Archer Aviation übernimmt den ehemaligen Konkurrenten Wisk Aero

Archer Aviation übernimmt den ehemaligen Konkurrenten Wisk Aero

Der Elektroflugzeughersteller Archer Aviation hat seinen ehemaligen Konkurrenten Wisk Aero offiziell übernommen. Unter Berufung auf am Montag veröffentlichte offizielle Finanzdokumente berichtet ixbt.com, dass das bedeutende Geschäft nach jahrelangen Rechtsstreitigkeiten zwischen den beiden Unternehmen abgeschlossen wurde und eine neue Phase für die Luft- und Raumfahrtindustrie einleitet. TechCrunch.com berichtet .

Im Rahmen der Vereinbarung erklärte sich Boeing bereit, Wisk Aero sowie zwei weitere Tochtergesellschaften — SkyGrid, das Software für die digitale Flugverkehrssteuerung entwickelt, und den Drohnenhersteller Insitu — an Archer zu verkaufen. Im Gegenzug erhält Boeing neu ausgegebene Aktien von Archer.
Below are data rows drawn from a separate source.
// Insulation resistance: the lower of L–L and L–E against the minimum for the circuit's voltage
// band at that band's test voltage (IEC 60364-6 Table 6.1 / 6A). An over-range reading (">999")
// is a lower bound and passes when the bound does. A test made below the band's test voltage
// fails, saying so — except 250 V d.c. on a circuit up to 500 V, allowed where surge protective
// devices or other equipment cannot be disconnected (BS 7671 643.3; IEC 60364-6, 6.4.3.3), with a
// minimum of 1 MΩ: `attention`, never a pass. Below 2 MΩ is queried (common practice).
import type { Check } from '../types.js';
import { INSULATION_MINIMUMS, INSULATION_QUERY_BELOW_MOHM, REDUCED_TEST } from '../../reference/insulation.js';
import { circuitVoltage } from '../circuit-facts.js';
import { latest, notVerified, numberOf, result, shown, unusable } from './result.js';

const id = 'insulation';

export const insulation: Check = ({ circuit, supply, readings }) => {
  const circuitV = circuitVoltage(circuit.phases, supply.u0_v);
  const band = INSULATION_MINIMUMS.find((b) => circuitV <= b.circuit_upto_v);
  if (!band) return notVerified(id, `no insulation minimum for a ${circuitV} V circuit in IEC 60364-6 Table 6.1`);

  const le = readings.ir_le_mohm;
  const ll = readings.ir_ll_mohm;
  const leMissing = unusable(id, 'insulation resistance L–E', le);
  if (leMissing) return leMissing;
  // L–L may be n/a (e.g. equipment left connected that must not be tested), with a reason.
  const llUsable = ll !== undefined && (ll.value.kind === 'value' || ll.value.kind === 'at-least');
  if (!llUsable && !(ll?.value.kind === 'n/a' && readings.notes)) {
    return unusable(id, 'insulation resistance L–L', ll) ?? notVerified(id, 'insulation resistance L–L marked n/a with no reason in notes');
  }
  const testV = readings.ir_test_v;
  const testMissing = unusable(id, 'insulation test voltage (ir_test_v)', testV);
  if (testMissing) return testMissing;
  const volts = numberOf(testV!);
  const date = latest([le!.date, testV!.date, ...(llUsable ? [ll.date] : [])])!;
  const rule = `minimum ${band.min_mohm} MΩ at ${band.test_v} V d.c. for a circuit ${band.band} (IEC 60364-6 Table 6.1)`;
  const reduced = volts.kind === 'value' && volts.value === REDUCED_TEST.test_v && band.test_v === REDUCED_TEST.for_band_test_v;
  if (reduced) {
    const all = [numberOf(le!), ...(llUsable ? [numberOf(ll)] : [])];
    const lowestReduced = all.find((c) => c.kind === 'value' && c.value < REDUCED_TEST.min_mohm) ?? all.reduce((a, b) => (b.value < a.value ? b : a));
    const numbers = { value: lowestReduced.value, over_range: lowestReduced.kind === 'at-least', limit: REDUCED_TEST.min_mohm, unit: 'Mohm', date };
    const words = `tested at ${REDUCED_TEST.test_v} V d.c. instead of ${band.test_v} V: allowed where surge protective devices or other equipment cannot be disconnected, minimum ${REDUCED_TEST.min_mohm} MΩ (${REDUCED_TEST.clause})`;
    if (lowestReduced.kind === 'value' && lowestReduced.value < REDUCED_TEST.min_mohm) return result(id, 'fail', `${shown(lowestReduced, 'MΩ')} < ${words}`, numbers);
    if (lowestReduced.value < REDUCED_TEST.min_mohm) return result(id, 'not-verified', `${shown(lowestReduced, 'MΩ')} (over range) cannot show ≥ ${REDUCED_TEST.min_mohm} MΩ; ${words}`, numbers);
    return result(id, 'attention', `${shown(lowestReduced, 'MΩ')} ≥ ${REDUCED_TEST.min_mohm} MΩ, ${words}; record why the ${band.test_v} V test could not be made`, numbers);
  }
  if (volts.value < band.test_v) {
    const words = `tested at ${shown(volts, 'V')} d.c.; a circuit ${band.band} is tested at ${band.test_v} V d.c. (IEC 60364-6 Table 6.1)`;
    return result(id, volts.kind === 'value' ? 'fail' : 'not-verified', words, { value: volts.value, over_range: volts.kind === 'at-least', limit: band.test_v, unit: 'V', date });
  }
  const candidates = [numberOf(le!), ...(llUsable ? [numberOf(ll)] : [])];
  const lowest = candidates.reduce((a, b) => (b.value < a.value ? b : a));
  const what = candidates.length === 2 ? 'lower of L–L and L–E' : 'L–E (L–L n/a)';
  const which = `${what} ${shown(lowest, 'MΩ')} at ${shown(volts, 'V')}`;
  const numbers = { value: lowest.value, over_range: lowest.kind === 'at-least', limit: band.min_mohm, unit: 'Mohm', date };
  // a reading below the minimum fails, even where the other is an over-range bound below it too
  const below = candidates.find((c) => c.kind === 'value' && c.value < band.min_mohm);
  if (below) return result(id, 'fail', `${what} ${shown(below, 'MΩ')} at ${shown(volts, 'V')} < ${rule}`, { ...numbers, value: below.value, over_range: false });
  if (lowest.value < band.min_mohm) return result(id, 'not-verified', `${which} (over range) cannot show the ${rule}`, numbers);
  if (lowest.value < INSULATION_QUERY_BELOW_MOHM) {
    return result(id, 'attention', `${which} meets the ${rule}, but is below ${INSULATION_QUERY_BELOW_MOHM} MΩ and is worth investigating (common practice)`, numbers);
  }
  return result(id, 'pass', `${which} ≥ ${rule}`, numbers);
};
Vom Rechtsstreit zur strategischen Partnerschaft

Die Übernahme bildet den logischen Abschluss der komplexen und konfliktreichen Beziehung zwischen den Unternehmen. Im April 2021 verklagte Wisk Archer und beschuldigte das Unternehmen, vertrauliche Informationen und geistiges Eigentum gestohlen zu haben. Der zweijährige Rechtsstreit endete mit einer überraschenden Einigung: Beide Seiten ließen nicht nur ihre gegenseitigen Ansprüche fallen, sondern begannen auch eine enge Zusammenarbeit.

Im Rahmen dieser Einigung machte Archer Wisk zu seinem exklusiven Lieferanten für autonome Technologien. Wisk Aero ging aus dem von Google-Mitgründer Larry Page unterstützten Startup Kittyhawk hervor und entwickelte sich später mit Unterstützung von Boeing weiter. Boeing investierte mehrere Millionen Dollar in Wisk und machte das Unternehmen bis 2023 zu einer vollständig kontrollierten Tochtergesellschaft.

Archers Expansion und Zukunftspläne

Archer Aviation wurde 2018 gegründet und hat seinen Hauptsitz in Kalifornien. In den vergangenen Jahren hat das Unternehmen seine Aktivitäten deutlich ausgeweitet. Neben dem Aufbau eines städtischen Lufttaxinetzes ist Archer auch in den Verteidigungssektor eingestiegen. Ende 2024 nahm das Unternehmen 430 Millionen US-Dollar zur Finanzierung des Archer-Defense-Programms auf, 2025 folgten weitere 300 Millionen US-Dollar von großen institutionellen Investoren wie BlackRock.

Außerdem hat Archer mit dem Waffenhersteller Anduril eine exklusive Vereinbarung zur gemeinsamen Entwicklung eines hybriden VTOL-Fluggeräts für wichtige Verteidigungsaufgaben getroffen. Das 2021 an die Börse gegangene Unternehmen macht Fortschritte bei den Tests seines vollelektrischen Midnight-Fluggeräts und bereitet sich darauf vor, in diesem Jahr im Rahmen eines speziellen Programms des Weißen Hauses den Betrieb aufzunehmen.